Late layers


In the Brooder
Apr 30, 2015
Question from a newbie. I have 7 month old pure Ameracaunas. They haven't laid yet, as this breed sometimes doesn't lay until around this age or later. The cold winter is setting in. I know that means we might not get eggs until spring now ...which puts them at around a year. Has anyone had this breed start laying in the winter?
Some breeds take longer to mature than others but the issue is primarily day length, or more accurately length of darkness each day.

Cold has almost nothing to do with it unless you stay around -20F causing stress over time.

To take the mystery out of it, here's a brief rundown of the science.
Light exposure to the retina is first relayed to the nucleus of the hypothalamus, an area of the brain that coordinates biological clock signals. Fibers from there descend to the spinal cord and then project to the superior cervical ganglia, from which neurons ascend back to the pineal gland. The pineal gland translates signals from the nervous system into a hormonal signal.

The gland produces serotonin and subsequently, melatonin. That's the hormone that affects the gonads for sperm production and ovulation in females.
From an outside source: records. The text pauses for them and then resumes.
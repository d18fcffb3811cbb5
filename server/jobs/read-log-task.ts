import { analyseLogWithSeries } from '@stillpier/analysis';
import { GuideLogError } from '@stillpier/guide-log';
import type { JobHelpers, Task } from 'graphile-worker';
import type { Knex } from 'knex';
import * as z from 'zod';
import { byHandOfLog } from '../by-hand/by-hand-service';
import { isDamagedGzip } from '../imports/unpacked';
import { RigModel } from '../rigs/rig-model';
import { SetupModel } from '../setups/setup-model';
import { describeRig } from './describe-rig';
import { ImportTurn, TakenOverError } from './import-turn';
import { readOriginal } from './read-original';
import type { ReadingLimits } from './reading-limits';
import { runOffsets, runsByHand } from './runs-by-hand';
import { storeAnalysis } from './store-analysis';
import { UnusableLogError } from './unusable-log-error';

const payloadSchema = z.object({ importId: z.uuid() });

/** Shares of the whole at which reading and analysing end; storing is the rest. */
const READ_SHARE = 0.6;
const ANALYSED_SHARE = 0.95;

const NO_DATE =
  'The log does not tell on which date it was written: give the time of its first frame in the column map (startTime).';
const DAMAGED = 'The file is compressed by gzip, and it is cut off or damaged.';
const FAULT =
  'The analysis of this file stopped with a fault of the program, three times; its log says which.';

interface ReadLogParts {
  readonly knex: Knex;
  readonly limits: ReadingLimits;
  readonly log: (message: string, error: unknown) => void;
}

/** The `read-log` task of the queue: from an original to runs, series, nights and the document. */
export function readLogTask({ knex, limits, log }: ReadLogParts): Task {
  return async (payload, helpers) => {
    const { importId } = payloadSchema.parse(payload);
    const turn = await ImportTurn.begin(knex, importId, helpers.job);
    if (!turn) return;
    try {
      await work(knex, limits, turn, helpers);
    } catch (error) {
      if (error instanceof TakenOverError) return;
      if (error instanceof GuideLogError || error instanceof UnusableLogError) {
        await turn.fail(error.message); // another try would read the same bytes
        return;
      }
      if (isDamagedGzip(error)) {
        await turn.fail(DAMAGED);
        return;
      }
      if (helpers.abortSignal.aborted) await turn.waitAgain('Waiting for its turn');
      else if (turn.isLast) await turn.fail(FAULT);
      else await turn.waitAgain('Waiting for another try');
      log(`Import ${importId}, try ${turn.row.attempt}`, error);
      throw error; // the queue counts it and comes again
    }
  };
}

async function work(
  knex: Knex,
  limits: ReadingLimits,
  turn: ImportTurn,
  { abortSignal }: JobHelpers,
): Promise<void> {
  const { rigId, setupId } = turn.row;
  const rig = await RigModel.query(knex).findById(rigId);
  if (!rig) throw new TakenOverError(`rig ${rigId} is gone`);
  const setup = setupId === null ? undefined : await SetupModel.query(knex).findById(setupId);

  const { frames, reading } = await readOriginal(
    knex,
    turn.row,
    rig.site.timeZone,
    limits,
    async (share) => {
      abortSignal.throwIfAborted();
      await turn.report(share * READ_SHARE, 'Reading the lines');
    },
  );
  if (frames.startEpochSeconds === null) throw new UnusableLogError(NO_DATE);

  await turn.report(READ_SHARE, 'Analysing the runs');
  const offsetsSeconds = runOffsets(frames);
  const byHand = runsByHand(offsetsSeconds, await byHandOfLog(knex, turn.row.id));
  const description = describeRig(rig, setup ?? null);
  const analysis = analyseLogWithSeries(frames, reading, description, { byHand });
  abortSignal.throwIfAborted();
  await turn.report(ANALYSED_SHARE, 'Keeping the results');
  const seeingFwhmArcsec = setup?.seeingFwhmArcsec ?? null;
  const correctionUnit = frames.raCorrection || frames.decCorrection ? frames.correctionUnit : null;
  const found = { analysis, offsetsSeconds, correctionUnit, seeingFwhmArcsec };
  await storeAnalysis(knex, turn, found);
}
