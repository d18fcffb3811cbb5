/** A log that cannot become nights, though it may be one: the message is for people. */
export class UnusableLogError extends Error {}
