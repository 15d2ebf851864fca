"""What lies before the camera: tablet, bar and ground as one height field with its colours."""

from __future__ import annotations

from dataclasses import dataclass
from typing import Literal

import cv2
import numpy as np
import shapely

from sample_images.render import noise
from sample_images.render.bar import Bar, print_bar
from sample_images.render.clay import colour_of, cracks, fracture, grain
from sample_images.render.grid import Field, Grid, Mask, Points, blur, resample
from sample_images.render.shape import whole_face
from sample_images.render.tablet import FAR, Side, Tablet
from sample_images.render.wedges import groove, press, relief

Ground = Literal["black", "grey", "none"]

BOARD = 0.035
RULING_WIDTH, RULING_DEPTH = 0.58, 0.19


@dataclass(frozen=True, eq=False)
class Scene:
    """Heights (mm) and linear colours on a lattice; ``thing`` is where something lies on the ground."""

    grid: Grid
    heights: Field
    colour: Field
    thing: Mask


def lay_out(tablet: Tablet, side: Side, grid: Grid, ground: Ground, bars: tuple[Bar, ...] = ()) -> Scene:
    """Return one face of a tablet on its ground, with bars beside it."""
    rng = np.random.default_rng([tablet.spec.seed, 11 if side.face == "obverse" else 12])
    heights, here, broken, hollow = fragment_relief(tablet, side, grid, rng)
    colour = colour_of(grid, tablet.spec.clay, hollow, broken, rng)
    table = table_height(side)
    base, base_colour = _ground(grid, ground, rng)
    heights = np.where(here, np.maximum(heights, table), base + np.float32(table))
    colour = np.where(here[..., None], colour, base_colour)
    thing = here
    for bar in bars:
        thing = thing | _place_bar(bar, grid, heights, colour, rng)
    return Scene(grid, heights, colour, thing)


def table_height(side: Side) -> float:
    """Return the height of the table on which the tablet lies."""
    return 2 / 3 * side.body.convexities[0] - side.body.thickness


@dataclass(frozen=True, eq=False)
class Solid:
    """A fragment from one side.

    ``face`` and ``bottom`` are the heights of front and back as they were made, ``fracture`` that of the
    break; ``here`` is where the fragment is.
    """

    face: Field
    bottom: Field
    fracture: Field
    here: Mask


def fragment_solid(tablet: Tablet, side: Side, grid: Grid, rng: np.random.Generator) -> Solid:
    """Return a fragment's form without the texture of its faces."""
    inward = resample(side.inward, side.grid, grid)
    face = whole_face(side.body, inward, grid)
    other = tablet.reverse if side.face == "obverse" else tablet.obverse
    bottom = back_of(other, grid, side)
    beyond = -distance_to(side.lost, grid)
    behind = -distance_to(tuple(polygon * [1, -1] for polygon in other.lost), grid)
    broken = fracture(grid, beyond, behind, face, bottom, rng)
    here = (inward > 0) & ((beyond <= 0) | (behind < 0))
    return Solid(face, bottom, np.maximum(broken, bottom + np.float32(0.5)), here)


def fragment_relief(
    tablet: Tablet, side: Side, grid: Grid, rng: np.random.Generator
) -> tuple[Field, Mask, Field, Field]:
    """Return height, presence, how much of it is break, and depth of impressions, on a lattice."""
    solid = fragment_solid(tablet, side, grid, rng)
    hollow = impressions(side, grid, rng)
    face = solid.face + grain(grid, rng) + relief(hollow, grid)
    face -= cracks(grid, _crack_starts(tablet, side, rng), rng)
    heights = np.minimum(face, solid.fracture)
    is_break = ((solid.fracture < face - 0.02) & solid.here).astype(np.float32)
    return heights, solid.here, blur(is_break, 0.08 * grid.px_per_mm + 0.3), hollow


def impressions(side: Side, grid: Grid, rng: np.random.Generator) -> Field:
    """Return the depth of rulings and wedges."""
    depth = np.zeros(grid.shape, np.float32)
    for line in side.lines:
        if line.kind != "writing":
            groove(depth, grid, line.points, RULING_WIDTH, RULING_DEPTH)
    # the stylus is pressed now harder, now more lightly
    depth *= np.clip(0.85 + 0.28 * noise.over(grid, 3.5, rng) + 0.12 * noise.over(grid, 0.6, rng), 0.15, 1.4)
    for entry in side.entries:
        for wedge in entry.wedges:
            press(depth, grid, wedge)
    return depth


def distance_to(polygons: tuple[Points, ...], grid: Grid) -> Field:
    """Return the distance to the nearest lost polygon, mm: positive outside, negative within."""
    lost = np.zeros(grid.shape, np.uint8)
    for polygon in polygons:
        lost |= grid.fill(polygon).astype(np.uint8)
    outside = cv2.distanceTransform(1 - lost, cv2.DIST_L2, 5)
    within = cv2.distanceTransform(lost, cv2.DIST_L2, 5)
    # a crop may hold nothing of the break; then the transform has no nearest place
    return np.asarray(np.clip((outside - within) / np.float32(grid.px_per_mm), -FAR, FAR), np.float32)


def back_of(other: Side, grid: Grid, side: Side) -> Field:
    """Return the height of the face behind, in the frame of the face in front."""
    flipped = Grid(
        grid.left, -grid.upper - (grid.height - 1) / grid.px_per_mm, grid.width, grid.height, grid.px_per_mm
    )
    seen = resample(other.surface, other.grid, flipped)[::-1]
    return np.asarray(side.body.back - seen, np.float32)


def _crack_starts(tablet: Tablet, side: Side, rng: np.random.Generator) -> Points:
    """Return where cracks begin: most of them at the break."""
    edge = np.vstack([points[:, :2] for name, points in side.outline if name == "break"])
    starts = edge[rng.integers(0, len(edge), tablet.spec.clay.cracks)]
    inner = shapely.get_coordinates(side.remains().centroid) + rng.normal(0, 22, (2, 2))
    return np.vstack([starts, inner])


def _ground(grid: Grid, ground: Ground, rng: np.random.Generator) -> tuple[Field, Field]:
    """Return relief and colour of the ground: black cloth or grey paper."""
    if ground == "grey":
        relief_of = noise.layered(grid, {0.5: 0.004, 0.15: 0.004}, rng)
        tone = 0.27 * (1 + noise.layered(grid, {40.0: 0.02, 0.3: 0.012, 0.08: 0.015}, rng))
        return relief_of, np.asarray(tone[..., None] * np.array([0.98, 1.0, 1.03], np.float32), np.float32)
    relief_of = noise.layered(grid, {9.0: 0.06, 0.35: 0.02}, rng)
    tone = 0.0042 * (1 + noise.layered(grid, {25.0: 0.15, 0.4: 0.14, 0.12: 0.22}, rng))
    tone = np.clip(tone, 0.001, 1) + 0.03 * _lint(grid, rng) * (ground == "black")
    return relief_of, np.asarray(tone[..., None] * np.array([1.0, 0.98, 1.04], np.float32), np.float32)


def _lint(grid: Grid, rng: np.random.Generator) -> Field:
    """Return a few fibres and crumbs on the cloth."""
    canvas = np.zeros(grid.shape, np.uint8)
    for _ in range(int(0.004 * grid.width * grid.height / grid.px_per_mm**2)):
        at = rng.uniform((0, 0), (grid.width, grid.height))
        size = np.maximum(grid.px_per_mm * rng.uniform(0.05, 0.2) * np.array([rng.uniform(1, 5), 0.8]), 1)
        cv2.ellipse(
            canvas,
            (tuple(at), tuple(size), rng.uniform(0, 180)),
            (int(rng.uniform(60, 255)),),
            -1,
            cv2.LINE_AA,
        )
    return np.asarray(canvas / np.float32(255), np.float32)


def _place_bar(bar: Bar, grid: Grid, heights: Field, colour: Field, rng: np.random.Generator) -> Mask:
    """Set a printed card on its block into the scene, in place; return where it is."""
    card, first = print_bar(bar, grid.px_per_mm)
    corner = bar.place(first[None, :1].ravel(), first[None, 1:].ravel())[0, :2]
    column, row = grid.index(corner[None])[0]
    angle = np.radians(bar.turn_deg)
    turn = np.array([[np.cos(angle), -np.sin(angle), column], [np.sin(angle), np.cos(angle), row]])
    size = (grid.width, grid.height)
    printed = cv2.warpAffine(card, turn, size, flags=cv2.INTER_CUBIC, borderMode=cv2.BORDER_REPLICATE)
    inside = grid.fill(bar.corners())
    paper = 1 + noise.layered(grid, {12.0: 0.012, 0.2: 0.012}, rng)
    tint = np.array([1.0, 0.985, 0.94], np.float32)
    heights[inside] = bar.z
    # the sides of the block are dark board: a ray that ends there meets a place on the card's very edge
    thing = inside.astype(np.uint8)
    kernel = np.ones((3, 3), np.uint8)
    rim = (cv2.dilate(thing, kernel, iterations=3) > 0) & (cv2.erode(thing, kernel, iterations=2) == 0)
    colour[inside] = (printed * paper)[inside][:, None] * tint
    colour[rim] = BOARD
    return inside
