"""The three fragments of an invented archive from an invented site, and the cameras before them."""

from __future__ import annotations

from dataclasses import dataclass

from sample_images.render.bar import Bar
from sample_images.render.camera import Camera
from sample_images.render.clay import Clay
from sample_images.render.scene import Ground
from sample_images.render.scribe import Hand
from sample_images.render.tables import Column, column, reciprocals
from sample_images.render.tablet import Fault, Spec

SITE = "Tell Umbarrat (an invented site)"


@dataclass(frozen=True)
class Proposal:
    """A candidate for the lost columns."""

    name: str
    columns: tuple[Column, ...]


@dataclass(frozen=True)
class Sitting:
    """How a fragment was photographed and measured.

    ``camera`` and ``bar`` are the same for each face that has them; ``errors`` are the standard
    uncertainties of bar height, lens distance, thickness and convexity, mm.
    """

    spec: Spec
    camera: Camera
    bar: Bar
    ground: Ground
    true: str
    proposals: tuple[Proposal, ...]
    plate: bool = False
    tilt_sd_deg: float = 1.0
    errors: tuple[float, float, float, float] = (0.8, 12.0, 0.4, 0.3)
    pointing_px: float = 1.2
    quality: int = 92


SIDES = [16, 18, 20, 24, 25, 27, 30, 32, 36, 40, 45, 48]
SQUARES = column("n squared", [n**2 for n in SIDES])
CUBES = column("n cubed", [n**3 for n in SIDES])
SUMS = column("n cubed and n squared", [n**3 + n**2 for n in SIDES])
NUMBERS, INVERSES = column("n", SIDES), reciprocals("1/n", SIDES)

LEFT_LOST = Sitting(
    Spec(
        stem="umbarrat-041",
        name="Umb 41",
        seed=41,
        columns=(NUMBERS, INVERSES, SQUARES, CUBES, SUMS),
        obverse_lines=len(SIDES),
        lost_side="left",
        lost_columns=2,
        hand=Hand(sign_width=6.1, pitch=7.7),
        thickness=25.0,
        margin=5.2,
        clay=Clay((0.50, 0.365, 0.235), (0.36, 0.255, 0.165), (0.30, 0.225, 0.16), salts=0.35),
        faults=(Fault(through=(1, (0.62, 0.42, 0.55)), run=7.5),),
    ),
    Camera((3648, 4864), 0.0322, 640.0, -9.5, (12.0, 10.0)),
    Bar("ticks", 50, (-14.0, 69.5), -9.5, 0.6),
    "black",
    "number and reciprocal",
    (
        Proposal("number alone", (NUMBERS,)),
        Proposal("reciprocal alone", (INVERSES,)),
        Proposal("number and reciprocal", (NUMBERS, INVERSES)),
        Proposal("number, its double, reciprocal", (NUMBERS, column("2n", [2 * n for n in SIDES]), INVERSES)),
        Proposal("reciprocal and its square", (INVERSES, reciprocals("1/n squared", SIDES, 2))),
    ),
)

PAIRS = [(12, 15), (15, 18), (16, 20), (18, 24), (20, 27), (24, 30), (25, 32), (27, 36), (30, 40), (32, 45)]
SUM_OF_SQUARES = column("a squared and b squared", [a**2 + b**2 for a, b in PAIRS])
PRODUCT = column("a times b", [a * b for a, b in PAIRS])
DIFFERENCE = column("b squared less a squared", [b**2 - a**2 for a, b in PAIRS])
SQUARE_OF_SUM = column("square of a and b together", [(a + b) ** 2 for a, b in PAIRS])

RIGHT_LOST = Sitting(
    Spec(
        stem="umbarrat-107",
        name="Umb 107",
        seed=107,
        columns=(
            column("a", [a for a, _ in PAIRS]),
            column("b", [b for _, b in PAIRS]),
            column("a squared", [a**2 for a, _ in PAIRS]),
            column("b squared", [b**2 for _, b in PAIRS]),
            SUM_OF_SQUARES,
            PRODUCT,
        ),
        obverse_lines=len(PAIRS),
        lost_side="right",
        lost_columns=2,
        hand=Hand(sign_width=6.3, pitch=8.4, ruled_lines=False),
        thickness=22.0,
        margin=4.6,
        clay=Clay((0.36, 0.295, 0.225), (0.25, 0.205, 0.16), (0.27, 0.225, 0.18), salts=0.7, cracks=7),
        faults=(Fault(through=(4, (0.62, 0.45, 0.30)), run=6.5),),
        exponents=(5.0, 4.4),
        head_and_foot=(8.5, 10.5),
    ),
    Camera((3648, 4560), 0.0335, 720.0, -20.8, (-12.0, 12.0)),
    Bar("blocks", 60, (-60.0, 73.0), -20.8, -0.9),
    "grey",
    "sum of the squares and product",
    (
        Proposal("product alone", (PRODUCT,)),
        Proposal("sum of the squares and product", (SUM_OF_SQUARES, PRODUCT)),
        Proposal("difference, sum of the squares, product", (DIFFERENCE, SUM_OF_SQUARES, PRODUCT)),
        Proposal("square of the sum alone", (SQUARE_OF_SUM,)),
        Proposal(
            "square of the sum and reciprocals",
            (
                SQUARE_OF_SUM,
                reciprocals("1/a", [a for a, _ in PAIRS]),
                reciprocals("1/b", [b for _, b in PAIRS]),
            ),
        ),
    ),
)

REGULAR = [15, 16, 18, 20, 24, 25, 27, 30, 32, 36, 40, 45, 48, 50, 54]
UPPER = REGULAR[:11]
INVERSE_SQUARES = reciprocals("1/n squared", UPPER, 2)

CORNER_LOST = Sitting(
    Spec(
        stem="umbarrat-212",
        name="Umb 212",
        seed=212,
        columns=(
            reciprocals("1/n squared", REGULAR, 2),
            reciprocals("1/n", REGULAR),
            column("n", REGULAR),
            column("n squared", [n**2 for n in REGULAR]),
            column("n cubed", [n**3 for n in REGULAR]),
        ),
        obverse_lines=11,
        lost_side="left",
        lost_columns=1,
        hand=Hand(sign_width=5.6, pitch=7.3),
        thickness=23.0,
        margin=4.8,
        clay=Clay((0.40, 0.275, 0.18), (0.27, 0.19, 0.135), (0.25, 0.185, 0.14), salts=0.5),
        faults=(
            Fault(through=(0, (0.70, 0.60, 0.45)), run=6.0),
            Fault(corner=(30.0, 34.0), run=5.0),
        ),
    ),
    Camera((2200, 2420), 0.0535, 680.0, -11.0, (14.0, 8.5)),
    Bar("ticks", 50, (-16.0, 61.0), -11.0, -0.4),
    "none",
    "square of the reciprocal",
    (
        Proposal("line number", (column("line", list(range(1, 12))),)),
        Proposal("square of the reciprocal", (INVERSE_SQUARES,)),
        Proposal(
            "line number and square of the reciprocal", (column("line", list(range(1, 12))), INVERSE_SQUARES)
        ),
        Proposal("reciprocal of the double", (reciprocals("1/2n", [2 * n for n in UPPER]),)),
        Proposal("cube of the reciprocal", (reciprocals("1/n cubed", UPPER, 3),)),
        Proposal("number and square of the reciprocal", (column("n", UPPER), INVERSE_SQUARES)),
    ),
    plate=True,
    tilt_sd_deg=1.0,
    pointing_px=0.9,
)

SITTINGS = (LEFT_LOST, RIGHT_LOST, CORNER_LOST)
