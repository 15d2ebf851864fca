"""The scribe: widths of signs and columns, rulings that are not quite straight, and where each wedge goes."""

from __future__ import annotations

from dataclasses import dataclass
from typing import Literal

import numpy as np

from sample_images.render import noise
from sample_images.render.grid import Points
from sample_images.render.tables import Column, digits
from sample_images.render.wedges import Wedge

UNITS = (0.28, 0.42, 0.54, 0.50, 0.54, 0.54, 0.54, 0.56, 0.56)
TENS = (0.36, 0.48, 0.62, 0.55, 0.60)
"""Widths of one to nine units and of ten to fifty, of a full digit's: three stand in a row, then rows are
stacked. Rough proportions of our own choosing."""

AVERAGE_UNITS = sum(UNITS) / len(UNITS)
AVERAGE_TENS = sum(TENS) / len(TENS)
REGULAR = 0.5
"""How far the scribe evens out the widths of his digits towards the average of their kind."""

ROWS = {1: (1,), 2: (2,), 3: (3,), 4: (3, 1), 5: (3, 2), 6: (3, 3), 7: (3, 3, 1), 8: (3, 3, 2), 9: (3, 3, 3)}


@dataclass(frozen=True)
class Hand:
    """A scribe's habits: width of a full digit, line pitch, clearance, and how much each varies; mm."""

    sign_width: float
    pitch: float
    clearance: float = 1.2
    clearance_spread: float = 0.08
    stretch_spread: float = 0.06
    pitch_scatter: float = 0.15
    ruled_lines: bool = True


@dataclass(frozen=True, eq=False)
class Line:
    """A line of the layout: ``points`` (N, 2) dense along it, mm; ``kind`` as in the record."""

    id: str
    runs: Literal["vertical", "horizontal"]
    kind: Literal["single", "double", "writing"]
    points: Points


@dataclass(frozen=True, eq=False)
class Entry:
    """A written entry: its text, column and line (from 0), and where its ink starts and ends (2,), mm."""

    text: str
    column: int
    line: int
    start: Points
    end: Points
    wedges: tuple[Wedge, ...]


def digit_width(digit: int) -> float:
    """Return the width of a digit in full digits, as this kind of hand writes it."""
    tens, units = divmod(digit, 10)
    natural = (TENS[tens - 1] if tens else 0.0) + (UNITS[units - 1] if units else 0.0)
    average = (AVERAGE_TENS if tens else 0.0) + (AVERAGE_UNITS if units else 0.0)
    return (REGULAR * average + (1 - REGULAR) * natural) / (AVERAGE_TENS + AVERAGE_UNITS)


def entry_width(text: str) -> float:
    """Return the width of an entry in full digits."""
    return sum(digit_width(digit) for digit in digits(text))


def column_widths(columns: tuple[Column, ...], hand: Hand, rng: np.random.Generator) -> tuple[float, ...]:
    """Return the column widths, mm: the widest entry times a clearance of the column's own."""
    widest = [max(entry_width(text) for text in column.entries) for column in columns]
    spread = hand.clearance_spread * rng.standard_normal(len(columns))
    return tuple(
        round(float(hand.sign_width * need * hand.clearance * np.exp(own)), 3)
        for need, own in zip(widest, spread, strict=True)
    )


def draw_verticals(
    boundaries: list[float], span: tuple[float, float], rng: np.random.Generator
) -> list[Line]:
    """Return the vertical rulings through the boundaries (x at y = 0), none quite parallel to the next."""
    y = np.arange(span[0], span[1], 0.1)
    lines = []
    for number, x in enumerate(boundaries, start=1):
        own = span + rng.normal(0, 0.8, 2)
        inside = (y > own[0]) & (y < own[1])
        course = x + np.radians(rng.normal(0, 0.22)) * y
        course = course + 0.07 * noise.along(y, 14.0, rng) + 0.04 * noise.along(y, 4.0, rng)
        lines.append(Line(f"v{number}", "vertical", "single", np.column_stack([course, y])[inside]))
    return lines


def draw_horizontals(
    top: float, count: int, hand: Hand, span: tuple[float, float], rng: np.random.Generator
) -> list[Line]:
    """Return ``count`` lines from y = ``top`` down, a pitch apart: rulings, or what signs stand on."""
    x = np.arange(span[0], span[1], 0.1)
    lines = []
    for number in range(count):
        y = top + number * hand.pitch + rng.normal(0, hand.pitch_scatter)
        course = y + np.radians(rng.normal(0, 0.2)) * x
        course = course + 0.06 * noise.along(x, 14.0, rng) + 0.04 * noise.along(x, 4.0, rng)
        own = span + rng.normal(0, 0.6, 2)
        inside = (x > own[0]) & (x < own[1])
        kind: Literal["single", "writing"] = "single" if hand.ruled_lines else "writing"
        lines.append(Line(f"h{number + 1}", "horizontal", kind, np.column_stack([x, course])[inside]))
    return lines


def write_entry(
    text: str, place: tuple[int, int], start: Points, hand: Hand, rng: np.random.Generator
) -> Entry:
    """Return an entry whose ink starts at ``start`` (2,), the middle of its line, and runs to the right.

    ``place`` is column and line. The ink fills the sum of its digits' widths, times a stretch of the entry's
    own; gaps between digits are taken from the digits, so that an entry is as long as its digits are wide.
    """
    height = 0.60 * hand.pitch
    stretch = hand.sign_width * float(np.exp(rng.normal(0, hand.stretch_spread)))
    slant = np.radians(rng.normal(0, 0.5))
    numbers = digits(text)
    wedges: list[Wedge] = []
    x = 0.0
    for position, digit in enumerate(numbers):
        width = stretch * digit_width(digit)
        gap = 0.16 * hand.sign_width
        left = x + (gap / 2 if position else 0.0)
        right = x + width - (gap / 2 if position < len(numbers) - 1 else 0.0)
        wedges += _digit(digit, (left, right), height, rng)
        x += width
    turned = tuple(
        Wedge(
            wedge.kind,
            (float(start[0] + wedge.at[0]), float(start[1] + wedge.at[1] + slant * wedge.at[0])),
            wedge.width,
            wedge.length,
            wedge.depth,
            wedge.turn_deg,
        )
        for wedge in wedges
    )
    return Entry(text, *place, start, start + np.array([x, slant * x]), turned)


def _digit(digit: int, slot: tuple[float, float], height: float, rng: np.random.Generator) -> list[Wedge]:
    """Return the wedges of one digit in its slot (left, right), about the middle of the line."""
    tens, units = divmod(digit, 10)
    share = (TENS[tens - 1] if tens else 0.0), (UNITS[units - 1] if units else 0.0)
    left, right = slot
    middle = left + (right - left) * share[0] / sum(share)
    gap = 0.12 if tens and units else 0.0
    wedges = _tens(tens, (left, middle - gap), height, rng) if tens else []
    return wedges + (_units(units, (middle + gap, right), height, rng) if units else [])


def _tens(count: int, slot: tuple[float, float], height: float, rng: np.random.Generator) -> list[Wedge]:
    """Return corner wedges side by side; four and five in two rows."""
    rows = ROWS[count]
    size = (0.66 if len(rows) == 1 else 0.50) * height
    step = (slot[1] - slot[0]) / max(rows)
    wedges = []
    for row, number in enumerate(rows):
        y = 0.0 if len(rows) == 1 else (-0.26 + 0.50 * row) * height
        for k in range(number):
            width = min(step * 1.0, 0.92 * size)
            at = (slot[0] + step * (k + 0.5) + rng.normal(0, 0.04), y + rng.normal(0, 0.07))
            length = size * float(np.exp(rng.normal(0, 0.05)))
            depth = 0.40 * min(width, 1.8) * float(np.exp(rng.normal(0, 0.1)))
            wedges.append(Wedge("ten", at, width, length, depth, float(rng.normal(2, 5))))
    return wedges


def _units(count: int, slot: tuple[float, float], height: float, rng: np.random.Generator) -> list[Wedge]:
    """Return upright wedges, three to a row."""
    rows = ROWS[count]
    step = (slot[1] - slot[0]) / max(rows)
    length = {1: 1.0, 2: 0.60, 3: 0.44}[len(rows)] * height
    wedges = []
    for row, number in enumerate(rows):
        y = -0.5 * height + row * (height - length * 0.92) / max(1, len(rows) - 1)
        for k in range(number):
            width = min(0.98 * step, 1.7)
            at = (slot[0] + step * (k + 0.5) + rng.normal(0, 0.03), y + rng.normal(0, 0.06))
            own = length * float(np.exp(rng.normal(0, 0.06)))
            depth = 0.42 * min(width, 1.5) * float(np.exp(rng.normal(0, 0.1)))
            wedges.append(Wedge("unit", at, width, own, depth, float(rng.normal(-1, 3.5))))
    return wedges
An increase in melatonin causes the gonads to become inactive. As photoperiod in relation to day vs. night is the most important clue for animals to determine season. As light lengthens, the gonads are rejuvenated. The duration of melatonin secretion each day is directly proportional to the length of the night because of the pineal gland's ability to measure daylength. Besides reproduction, it also affects sleep timing and blood pressure regulation.

You can wait it out or add a light on a timer to get yourself up to 13 hours or so a day. It is better to increment it slowly.

As long as they aren't laying, don't start layer feed yet.